WORK TO COMPLETE -
When you reach the line that contains "take the respondent." in the data below, start reproducing lines exactly, and stop after the line that contains "address: clientAddress(req.headers), cookie: (name: string)".

Saved data entries
____________

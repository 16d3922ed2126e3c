'use client';
import Link from 'next/link';
import { usePathname } from 'next/navigation';
import clsx from 'clsx';
import type { Role } from '@/lib/roles';

const SECTIONS = [
  { href: '', label: 'Studies' },
  { href: '/record', label: 'Threshold record' },
  { href: '/promotions', label: 'Promotions' },
  { href: '/team', label: 'Team' },
  { href: '/billing', label: 'Billing' },
  { href: '/settings', label: 'Settings' },
  { href: '/audit', label: 'Audit', ownerOnly: true },
];

export function SectionNav({ slug, role }: { slug: string; role?: Role }) {
  const path = usePathname();
  const base = `/w/${slug}`;
  return (
    <nav aria-label="Sections" className="flex flex-wrap gap-x-1 text-sm">
      {SECTIONS.filter((s) => !('ownerOnly' in s) || role === 'owner').map((s) => {
        const href = base + s.href;
        const active = s.href === '' ? path === base || path.startsWith(`${base}/studies`) : path.startsWith(href);
        return (
          <Link
            key={s.label}
            href={href}
            aria-current={active ? 'page' : undefined}
            className={clsx('border-b-2 px-3 py-2 font-semibold no-underline', active ? 'border-teal text-ink' : 'border-transparent text-muted hover:text-ink')}
          >
            {s.label}
          </Link>
        );
      })}
    </nav>
  );
}
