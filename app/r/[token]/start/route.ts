import { route, readJson, reply } from '@/lib/server/http/route';
import { BODY_LIMITS } from '@/lib/server/http/request-guard';
import { AppError } from '@/lib/server/http/errors';
import { limit } from '@/lib/server/platform/rate-limit';
import { clientAddress } from '@/lib/server/platform/client-address';
import { resumeCookie, resumeTokenFrom } from '@/respondent/server/http';
import { startRespondent } from '@/respondent/server/respondents';
import { stoppedDocument } from '@/respondent/server/document';
import { startSchema } from '@/respondent/shared/start.schema';
import { respondentUrls } from '@/respondent/shared/urls';
import { languageFromAcceptLanguage } from '@/respondent/messages/all';

/**
 * POST: agree and start (or resume, by header, ?resume= or the cookie). JSON from the page's
 * script; a plain form post (the consent screen before or without its script) is answered with
 * a redirect to the flow, or with the stop screen when the study cannot take the respondent.
 */
export const POST = route(
  {
    auth: 'public', reason: 'respondents have no account: the unguessable link token in the path lets anyone holding the link take part',
    // The consent screen is a real form (it works before and without the script): its post is
    // urlencoded, and comes from our own page, so the same-origin check holds for it too.
    body: { types: ['application/json', 'application/x-www-form-urlencoded'], maxBytes: BODY_LIMITS.respondent },
  },
  async ({ req, params }) => {
    const token = String(params.token);
    await limit('respondent-start-ip', clientAddress(req.headers));
    const secure = req.nextUrl.protocol === 'https:';
    const resumeFor = (studyId: string) => resumeTokenFrom(req, studyId);
    const client = {
      address: clientAddress(req.headers), cookie: (name: string) => req.cookies.get(name)?.value ?? null,
      language: languageFromAcceptLanguage(req.headers.get('accept-language')),
    };
    if ((req.headers.get('content-type') ?? '').includes('application/x-www-form-urlencoded')) {
      const form = await req.formData();
      const pid = String(form.get('pid') ?? '').trim();
      try {
        const out = await startRespondent(token, { consent: true, segmentAnswers: {}, ...(pid ? { pid } : {}) }, resumeFor, client);
        // A relative Location: behind `next start -H 127.0.0.1` the request's origin reads as localhost,
        // another origin (without the cookie just set) for a phone that came through 127.0.0.1.
        const flow = `${respondentUrls(token).takePart}?resume=${encodeURIComponent(out.resumeToken)}`;
        return reply(null, 303, { location: flow, 'set-cookie': resumeCookie(out.studyId, out.resumeToken, secure) });
      } catch (err) {
        if (!(err instanceof AppError) || err.status >= 500) throw err;
        return stoppedDocument(err);
      }
    }
    const { studyId, ...body } = await startRespondent(token, await readJson(req, startSchema), resumeFor, client);
    return reply(body, 200, { 'set-cookie': resumeCookie(studyId, body.resumeToken, secure) });
  },
);
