describe('the phone flow explains itself', () => {
  afterAll(async () => {
    const { orm } = await import('@/lib/server/db/orm');
    await (await orm()).close(true);
  });

  for (const task of ['spot', 'pick', 'trip'] as const) {
    it(`${task}: consent → instructions → practice with feedback → trials in words → thank you, every screen accessible`, async () => {
      const { context, page } = await openBrowser({ phone: true });
      try {
        // Motion is on by default: the progress bar moves (the reduced-motion test turns it off).
        const ms = await walkTask(page, task);
        process.stdout.write(`[phone-flow] ${task}: ${ms} ms a trial for a scripted respondent (screen time and round trips, no thinking)\n`);
      } finally {
        await context.close();
      }
    });
  }

  // Protects the adaptive path: the staircase's next trial arrives while the feedback is read,
  // and must not jump over it; the flow still ends with every answer stored.
  it('adaptive placement: practice feedback stays until the respondent moves on', async () => {
    const { makeLiveStudy, testDesign, trialRows } = await import('../support/respondent-fixtures');
    const design = testDesign({
      name: `Pantry oil: adaptive trip ${Date.now()}`, task: 'trip', basePrices: [9.99], ladder: [0.05, 0.2], catchShare: 0, practiceTrials: PRACTICE,
      adaptive: { enabled: true, trialsPerBase: 8 }, attentionCheck: { enabled: false }, segmentQuestions: [],
    });
    const study = await makeLiveStudy('harbourline', { design });
    const { context, page } = await openBrowser({ phone: true });
    try {
      await page.goto(`${baseUrl()}/r/${study.token}`);
      await page.getByRole('button', { name: 'I agree, start' }).click();
      await page.getByRole('button', { name: 'Start the practice' }).click();
      await page.getByRole('button', { name: 'Buy it here' }).click();
      const fb = page.getByTestId('practice-feedback');
      await fb.waitFor();
      const resume = new URL(page.url()).searchParams.get('resume')!;
      await expect.poll(() => trialRows(resume).then((r) => r.length), { timeout: 20_000 }).toBe(1); // the reply has come back
      await page.waitForTimeout(300);
      expect(await fb.count()).toBe(1);
      await page.getByRole('button', { name: 'Next practice round' }).click();
      let n = 1;
      while ((await answerNext(page)) === 'answered') n++;
      expect(await page.getByTestId('thanks').count()).toBe(1);
      const rows = await trialRows(resume);
      expect(rows).toHaveLength(n);
      expect(rows.filter((r) => r.kind === 'practice')).toHaveLength(PRACTICE);
      expect(n).toBeGreaterThan(PRACTICE);
    } finally {
      await context.close();
    }
  });

  it('keyboard only, on a desktop: every step by Tab, Enter and the answer keys named on screen', async () => {
    const study = await studyFor('pick', `Pantry oil: keyboard ${Date.now()}`);
    const { context, page } = await openBrowser();
    try {
      const focused = () => page.evaluate(() => (document.activeElement?.textContent ?? '').trim());
      await page.goto(`${baseUrl()}/r/${study.token}`);
      await page.waitForLoadState('networkidle');
      await page.keyboard.press('Tab');
      expect(await focused()).toBe('I agree, start');
      await page.keyboard.press('Enter');
      // Each new screen focuses its heading, so one Tab reaches the first answer.
      await page.getByRole('button', { name: '1', exact: true }).waitFor();
      await page.keyboard.press('Tab');
      expect(await focused()).toBe('1');
      await page.keyboard.press('Enter');
      await page.getByTestId('instructions').waitFor();
      expect(await page.getByTestId('keys-note').innerText()).toContain('← for the left tag, → for the right');
      await page.keyboard.press('Tab');
      expect(await focused()).toBe('Start the practice');
      await page.keyboard.press('Enter');
      let answered = 0;
      for (;;) {
        await page.getByTestId('trial').or(page.getByTestId('practice-feedback')).or(page.getByTestId('thanks')).first().waitFor();
        if (await page.getByTestId('thanks').count()) break;
        if (await page.getByTestId('practice-feedback').count()) {
          await page.keyboard.press('Tab');
          expect(await focused()).toMatch(/^(Next practice round|Start the real questions)$/);
          await page.keyboard.press('Enter');
          await page.getByTestId('practice-feedback').waitFor({ state: 'detached' });
          continue;
        }
        const shown = await page.getByTestId('trial').elementHandle();
        if ((await page.getByTestId('trial').getAttribute('data-kind')) === 'attention') {
          await page.keyboard.press('3'); // "Often", the third answer
        } else {
          await page.locator('[data-phase="choose"]').waitFor();
          if (!answered) await screenshot(page, 'keyboard-pick-choose');
          await page.keyboard.press(answered % 2 ? 'ArrowRight' : 'ArrowLeft');
        }
        // The key answered: that trial's screen is gone.
        await page.waitForFunction((el) => !el?.isConnected, shown);
        answered++;
      }
      expect(answered).toBe(PRACTICE + study.main);
      const { trialRows } = await import('../support/respondent-fixtures');
      expect(await trialRows(new URL(page.url()).searchParams.get('resume')!)).toHaveLength(PRACTICE + study.main);
    } finally {
      await context.close();
    }
  });

  it('with reduced motion asked for, nothing moves; without it the progress bar glides', async () => {
    const study = await studyFor('trip', `Pantry oil: still screens ${Date.now()}`);
    const { context, page } = await openBrowser({ phone: true });
    const barTransition = () => page.getByTestId('progress').locator('div').evaluate((el) => getComputedStyle(el).transitionDuration);
    try {
      await page.emulateMedia({ reducedMotion: 'reduce' });
      await page.goto(`${baseUrl()}/r/${study.token}`);
      await page.getByRole('button', { name: 'I agree, start' }).click();
      await page.getByRole('button', { name: '1', exact: true }).click();
      await page.getByRole('button', { name: 'Start the practice' }).click();
      await page.getByTestId('trial').waitFor();
      expect(await page.evaluate(() => matchMedia('(prefers-reduced-motion: reduce)').matches)).toBe(true);
      expect(await barTransition()).toBe('0s');
      await page.emulateMedia({ reducedMotion: 'no-preference' });
      expect(await barTransition()).toBe('0.3s');
      await screenshot(page, 'phone-trip-reduced-motion');
    } finally {
      await context.close();
    }
  });

  it("the analyst's preview goes through the same screens and ends saying nothing was recorded", async () => {
    const study = await studyFor('spot', `Pantry oil: preview ${Date.now()}`);
    const { context, page } = await openBrowser();
    try {
      await signIn(page, 'analyst@harbourline.example', 'harbour-demo-2026');
      await page.goto(`${baseUrl()}/w/harbourline/studies/${study.studyId}/preview`);
      const frame = page.getByTestId('respondent-preview');
      await frame.getByRole('button', { name: 'I agree, start' }).click();
      await frame.getByRole('button', { name: '2', exact: true }).click();
      await frame.getByTestId('instructions').waitFor();
      await expectAccessible(page, 'preview-instructions', { include: '[data-testid="respondent-preview"]' });
      let n = 0;
      while ((await answerNext(page)) === 'answered') n++;
      expect(n).toBe(PRACTICE + study.main);
      const end = page.getByTestId('preview-end');
      expect(await end.innerText()).toContain('Nothing was recorded');
      expect(await page.getByTestId('thanks').count()).toBe(0);
      expect(await page.getByText('Your answers have been saved').count()).toBe(0);
      await screenshot(page, 'preview-end');
      const { em } = await import('@/lib/server/db/orm');
      const rows = await (await em()).getConnection().execute<{ n: string }[]>('select count(*) as n from respondent where study_id = ?', [study.studyId]);
      expect(Number(rows[0].n)).toBe(0);
    } finally {
      await context.close();
    }
  });
});
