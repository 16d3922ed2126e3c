import { NextResponse } from 'next/server';
import { readJson, workspaceRoute } from '@/lib/server/http/route';
import { closeLink } from '@/lib/server/studies/respondent-links';
import { respondentLinkPatchSchema } from '@/lib/schemas/respondent-link.schema';

export const PATCH = workspaceRoute<{ workspace: string; study: string; link: string }>('analyst', async (req, ctx, p) => {
  await readJson(req, respondentLinkPatchSchema);
  return NextResponse.json(await closeLink(ctx, p.study, p.link));
});
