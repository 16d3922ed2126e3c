import { readJson, route } from '@/lib/server/http/route';
import { closeLink } from '@/lib/server/studies/respondent-links';
import { respondentLinkPatchSchema } from '@/lib/schemas/respondent-link.schema';

/** Closes a respondent link (the only change a link takes). */
export const PATCH = route({ auth: 'member', role: 'analyst' }, async ({ req, ctx, params }) => {
  await readJson(req, respondentLinkPatchSchema);
  return closeLink(ctx, params.study, params.link);
});
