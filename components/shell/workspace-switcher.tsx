'use client';
import { useQuery } from '@tanstack/react-query';
import { useRouter } from 'next/navigation';
import { meQuery } from '@/lib/queries/me';
import { ROLE_LABELS } from '@/lib/roles';

/** Switches between the user's workspaces; the list comes from GET /api/me. */
export function WorkspaceSwitcher({ current }: { current: string }) {
  const router = useRouter();
  const { data, isPending } = useQuery(meQuery());
  const items = data?.workspaces ?? [];
  return (
    <label className="flex items-center gap-2 text-sm">
      <span className="sr-only">Workspace</span>
      <select
        aria-label="Workspace"
        className="input !w-auto !py-1 font-semibold"
        value={current}
        disabled={isPending}
        onChange={(e) => router.push(`/w/${e.target.value}`)}
      >
        {items.length === 0 ? <option value={current}>{current}</option> : null}
        {items.map((w) => (
          <option key={w.slug} value={w.slug}>
            {w.name} ({ROLE_LABELS[w.role]})
          </option>
        ))}
      </select>
    </label>
  );
}
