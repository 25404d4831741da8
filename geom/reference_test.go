//go:build reference

package geom

import (
	"fmt"
	"math"
	"math/rand"
	"testing"

	"panto/internal/geosref"
)

// These tests check geom's exact offsets and booleans against GEOS, an independent polygon
// engine, on seeded random regions with arcs, and on polygons made from them (for which GEOS
// gets exactly geom's input). Run them with `go test -tags reference ./geom` on a machine with
// libgeos-dev.
//
// GEOS works on polygons, so each input is first flattened: every arc becomes chords whose
// ends lie on the arc and which stray at most refChordTol from it. GEOS then approximates the
// round joins of a buffer by chords too. Neither is exact, so the tests compare areas within a
// bound derived below from the geometry of both approximations, and count result polygons.
//
// # The bound for an offset by d (s = |d|/100, t = refChordTol, q = refQuadSegs)
//
//  1. Joins. At a corner of the flattened input that turns by θ toward the offset's side (left
//     for d > 0, right for d < 0: the region's interior is on the left of every contour), the
//     exact offset is a circular arc of radius |d| and angle θ about the corner. GEOS draws it as
//     n equal chords inscribed in that circle, n = round(θ/φ) with φ = π/(2q) (one chord when
//     that rounds to 0). Each chord of angle θ/n cuts off a circular segment of area
//     d²/2·(θ/n − sin(θ/n)), and nothing else differs at the join. Taking n = max(1, ⌊θ/φ⌋)
//     gives the fewest chords and so the largest loss: joinLoss = Σ n·d²/2·(θ/n − sin(θ/n)).
//     The segments lie outside GEOS's region for d > 0 (GEOS is smaller) and inside its holes'
//     complement for d < 0 (GEOS is larger); where joins overlap or are trimmed the difference
//     is only smaller.
//  2. Flattening. Every point of the flattened boundary is within t of the exact boundary and
//     the other way round, so every point of either result's boundary is within t of the
//     other's: the two results differ by at most a band of width t along their boundaries,
//     area ≤ t·(P_ours + P_GEOS). Either sign.
//  3. GEOS's input simplification. Before buffering, GEOS drops a corner that bends away from
//     the growth (a right turn for d > 0, a left turn for d < 0) when it lies within s of the
//     chord past it and within s of the kept corner before it (the second condition is what
//     geosref's TestBufferKeepsShallowDentWithLongEdges pins down). So GEOS redraws such a
//     stretch with chords no longer than ℓ = 2s + c, c the longest edge there. On an arc of
//     radius ρ and angle θ bending that way, each such chord (angle ψ = 2·asin(ℓ/2ρ), capped
//     at θ) fills a circular segment ρ²/2·(ψ − sin ψ); the result's boundary, no longer than
//     the stretch since it bends away from the growth, moves by at most the chord's sagitta,
//     at most twice the segment's area over its length: simplify = Σ 2·⌈θ/ψ⌉·ρ²/2·(ψ − sin ψ).
//     A sharp corner dropped this way has an edge before it shorter than s and adds at most
//     twice its triangle with its neighbours. The change always makes GEOS's input larger for
//     d > 0 (GEOS larger) and smaller for d < 0 (GEOS smaller).
//  4. Nearly straight corners. GEOS joins the offsets at a corner turning by θ toward the
//     offset's side with no join at all when their ends are within |d|/1000, i.e. θ < 1/1000;
//     the next offset edge then starts |d|θ away from where it should, which moves at most a
//     triangle of |d|θ·len/2, len the edge's length. Either sign.
//  5. Rounding: 1e-9 of the area, far above float64 noise on a few thousand vertices (about
//     1e-13 relative) and far below anything the other terms or a real error produce.
//
// So, with ε = flattening + nearly-straight + rounding:
// for d > 0, −(simplify + ε) ≤ ours − GEOS ≤ joinLoss + ε;
// for d < 0, −(joinLoss + ε) ≤ ours − GEOS ≤ simplify + ε.
// The one-sided halves are the sharper check: ours may not be smaller than GEOS for d > 0
// beyond what flattening and simplification explain, nor larger for d < 0.
//
// # The bound for a union, difference or intersection
//
// The result of a boolean operation on flattened inputs differs from the exact result only
// where an input differs from its flattening, i.e. inside the circular segments between each
// arc and its chords: |ours − GEOS| ≤ Σ over both operands' arcs of those segments' areas,
// plus rounding as above.

// refChordTol is how far, in mm, the chords handed to GEOS may stray from the arcs they
// replace: fine enough that the flattening term is a few thousandths of a mm², coarse enough
// that a random region stays at a few thousand vertices (a 3 mm hole gets about 1200).
const refChordTol = 1e-5

// refQuadSegs is how many chords GEOS draws per quarter circle of a round join; the join loss
// falls as 1/q², and 64 brings it to about 3e-3 mm² per quarter turn at d = 8.
const refQuadSegs = 64

// refRegionCount is how many seeded random regions each reference test checks.
const refRegionCount = 200

// toGEOS flattens r for GEOS.
func toGEOS(r Region, tol float64) geosref.Polygon {
	rings := flatRings(r, tol)
	p := geosref.Polygon{Outer: pairs(rings[0])}
	for _, h := range rings[1:] {
		p.Holes = append(p.Holes, pairs(h))
	}
	return p
}

// toGEOSAll flattens every region of rs.
func toGEOSAll(rs []Region, tol float64) []geosref.Polygon {
	ps := make([]geosref.Polygon, len(rs))
	for i, r := range rs {
		ps[i] = toGEOS(r, tol)
	}
	return ps
}

// flatRings returns r's contours flattened, outer first, oriented with the interior on the left.
func flatRings(r Region, tol float64) [][]Vec {
	r = r.Normalize()
	var rings [][]Vec
	for _, c := range r.Contours() {
		rings = append(rings, c.Flatten(tol))
	}
	return rings
}

func pairs(pts []Vec) [][2]float64 {
	out := make([][2]float64, len(pts))
	for i, p := range pts {
		out[i] = [2]float64{p.X, p.Y}
	}
	return out
}

// ringTurn returns the signed turn at corner i of ring (counter-clockwise positive), and the
// lengths of the edges before and after it.
func ringTurn(ring []Vec, i int) (turn, in, out float64) {
	n := len(ring)
	a, b, c := ring[(i+n-1)%n], ring[i], ring[(i+1)%n]
	u, v := b.Sub(a), c.Sub(b)
	return math.Atan2(u.Cross(v), u.Dot(v)), u.Len(), v.Len()
}

// offsetBound holds the terms of the bound derived at the top of this file.
type offsetBound struct {
	joinLoss, flat, simplify, straight, rounding float64
}

// limits returns the least and greatest allowed value of ours − GEOS for offset d.
func (b offsetBound) limits(d float64) (lo, hi float64) {
	eps := b.flat + b.straight + b.rounding
	if d > 0 {
		return -(b.simplify + eps), b.joinLoss + eps
	}
	return -(b.joinLoss + eps), b.simplify + eps
}

func (b offsetBound) String() string {
	return fmt.Sprintf("joins %.3g, flattening %.3g, simplification %.3g, straight corners %.3g, rounding %.3g",
		b.joinLoss, b.flat, b.simplify, b.straight, b.rounding)
}

// boundFor works out the terms for offsetting r by d, given both results' perimeters and area.
func boundFor(r Region, d, pOurs, pGEOS, area float64) offsetBound {
	b := offsetBound{
		flat:     refChordTol * (pOurs + pGEOS),
		simplify: simplifyArcs(r, d),
		rounding: 1e-9 * math.Max(area, 1),
	}
	phi := math.Pi / 2 / refQuadSegs
	for _, ring := range flatRings(r, refChordTol) {
		for i := range ring {
			turn, _, out := ringTurn(ring, i)
			if turn*d > 0 {
				th := math.Abs(turn)
				n := math.Max(1, math.Floor(th/phi))
				b.joinLoss += n * d * d / 2 * (th/n - math.Sin(th/n))
				if th < 1.1e-3 {
					b.straight += math.Abs(d) * th * out / 2
				}
			}
		}
		b.simplify += simplifyCorners(ring, d)
	}
	return b
}

// simplifyCorners is term 3 of the bound for the corners of one flattened ring: twice the
// largest triangle that dropping corner v can add, taken over every corner p0 that GEOS may
// have kept before it (within s of v) with p2 the corner after v.
func simplifyCorners(ring []Vec, d float64) float64 {
	s := math.Abs(d) / 100
	n := len(ring)
	var sum float64
	for j, v := range ring {
		p2 := ring[(j+1)%n]
		best := 0.0
		for k := 1; k < n-1; k++ {
			p0 := ring[(j-k+n)%n]
			if p0.Dist(v) >= s {
				break
			}
			cross := v.Sub(p0).Cross(p2.Sub(v))
			if cross*d >= 0 || Line(p0, p2).DistanceTo(v) >= s {
				continue // bends toward the growth, or too deep to drop
			}
			best = math.Max(best, math.Abs(cross)/2)
		}
		sum += 2 * best
	}
	return sum
}

// simplifyArcs is term 3 of the bound for the arcs of r that bend away from an offset by d.
func simplifyArcs(r Region, d float64) float64 {
	s := math.Abs(d) / 100
	var sum float64
	for _, c := range r.Normalize().Contours() {
		for _, seg := range c {
			if !seg.IsArc() || seg.Sweep*d > 0 {
				continue
			}
			rho, th := seg.Radius(), math.Abs(seg.Sweep)
			n := float64(chordCount(rho, seg.Sweep, refChordTol))
			c := 2 * rho * math.Sin(th/n/2)
			psi := math.Min(th, 2*math.Asin(math.Min(1, (2*s+c)/(2*rho))))
			sum += 2 * math.Ceil(th/psi-1e-9) * rho * rho / 2 * (psi - math.Sin(psi))
		}
	}
	return sum
}

// flatLoss returns the area between every arc of rs and its chords at tolerance tol: how much
// flattening changes each region, whichever way.
func flatLoss(rs []Region, tol float64) float64 {
	var sum float64
	for _, r := range rs {
		for _, c := range r.Contours() {
			for _, seg := range c {
				if !seg.IsArc() {
					continue
				}
				rho, th := seg.Radius(), math.Abs(seg.Sweep)
				n := float64(chordCount(rho, seg.Sweep, tol))
				sum += n * rho * rho / 2 * (th/n - math.Sin(th/n))
			}
		}
	}
	return sum
}

// areaOf returns the total area and perimeter of rs.
func areaOf(rs []Region) (area, perimeter float64) {
	for _, r := range rs {
		area += r.Area()
		perimeter += r.Perimeter()
	}
	return area, perimeter
}

// pieceCounts counts the polygons and holes of a result whose area exceeds sliver: pieces
// smaller than the area bound may exist on one side and not the other without either being
// wrong, as where a neck is within rounding of pinching off.
func pieceCounts(ours []Region, theirs []geosref.Polygon, sliver float64) (ourParts, ourHoles, theirParts, theirHoles int) {
	for _, r := range ours {
		if r.Area() > sliver {
			ourParts++
		}
		for _, h := range r.Holes {
			if math.Abs(h.Area()) > sliver {
				ourHoles++
			}
		}
	}
	for _, p := range theirs {
		if geosref.Area([]geosref.Polygon{p}) > sliver {
			theirParts++
		}
		for _, h := range p.Holes {
			if geosref.Area([]geosref.Polygon{{Outer: h}}) > sliver {
				theirHoles++
			}
		}
	}
	return ourParts, ourHoles, theirParts, theirHoles
}

// validInGEOS reports the first region of rs that GEOS does not accept as a valid polygon once
// flattened: contours of ours that cross or overlap.
func validInGEOS(rs []Region) error {
	for i, r := range rs {
		if err := geosref.Validate(toGEOS(r, refChordTol)); err != nil {
			return fmt.Errorf("result region %d: %w", i, err)
		}
	}
	return nil
}

// refPolygonTol is the chord tolerance, mm, at which TestReferenceOffset also turns each random
// region into a polygon of its own: coarse enough that arcs become runs of corners turning by a
// few degrees, nearly straight, which is where offsets are easiest to get wrong; GEOS then gets
// exactly the same input as geom.
const refPolygonTol = 0.01

// polygonal returns r with every contour replaced by chords within refPolygonTol.
func polygonal(r Region) Region {
	p := NewRegion(r.Outer.FlattenContour(refPolygonTol))
	for _, h := range r.Holes {
		p.Holes = append(p.Holes, h.FlattenContour(refPolygonTol))
	}
	return p.Normalize()
}

func TestReferenceOffset(t *testing.T) {
	for _, tc := range []struct {
		name   string
		region func(seed int64) Region
	}{
		{"curved", func(seed int64) Region { return randomRegion(rand.New(rand.NewSource(seed))) }},
		{"polygonal", func(seed int64) Region {
			return polygonal(randomRegion(rand.New(rand.NewSource(seed))))
		}},
	} {
		// Offsets, mm: small enough to keep every feature, large enough to close every hole
		// (holes are 1 to 3 mm across the narrow way) or to split spiky outlines and merge
		// holes with each other and with the outside.
		for _, d := range []float64{8, 3, 0.7, -0.7, -3, -8} {
			t.Run(fmt.Sprintf("%s/d=%g", tc.name, d), func(t *testing.T) {
				fates, widest, used := 0, 0.0, 0.0
				for seed := int64(1); seed <= refRegionCount; seed++ {
					r := tc.region(seed)
					res := r.Offset(d)
					if len(res.Vanished)+len(res.Split)+len(res.Merged) > 0 {
						fates++
					}
					lo, hi, diff := checkOffsetAgainstGEOS(t, seed, r, d, res)
					widest = math.Max(widest, hi-lo)
					used = math.Max(used, math.Max(diff/hi, diff/lo))
				}
				t.Logf("%d regions, %d with a contour that vanished, split or merged; "+
					"widest bound %.3g mm²; at most %.0f%% of a bound used",
					refRegionCount, fates, widest, 100*used)
			})
		}
	}
}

____________

SOLUTION -
 * a redirect to the flow, or with the stop screen when the study cannot take the respondent.
 */
export const POST = route(
  {
    auth: 'public', reason: 'respondents have no account: the unguessable link token in the path lets anyone holding the link take part',
    // The consent screen is a real form (it works before and without the script): its post is
    // urlencoded, and comes from our own page, so the same-origin check holds for it too.
    body: { types: ['application/json', 'application/x-www-form-urlencoded'], maxBytes: BODY_LIMITS.respondent },
  },
  async ({ req, params }) => {
    const token = String(params.token);
    await limit('respondent-start-ip', clientAddress(req.headers));
    const secure = req.nextUrl.protocol === 'https:';
    const resumeFor = (studyId: string) => resumeTokenFrom(req, studyId);
    const client = {
      address: clientAddress(req.headers), cookie: (name: string) => req.cookies.get(name)?.value ?? null,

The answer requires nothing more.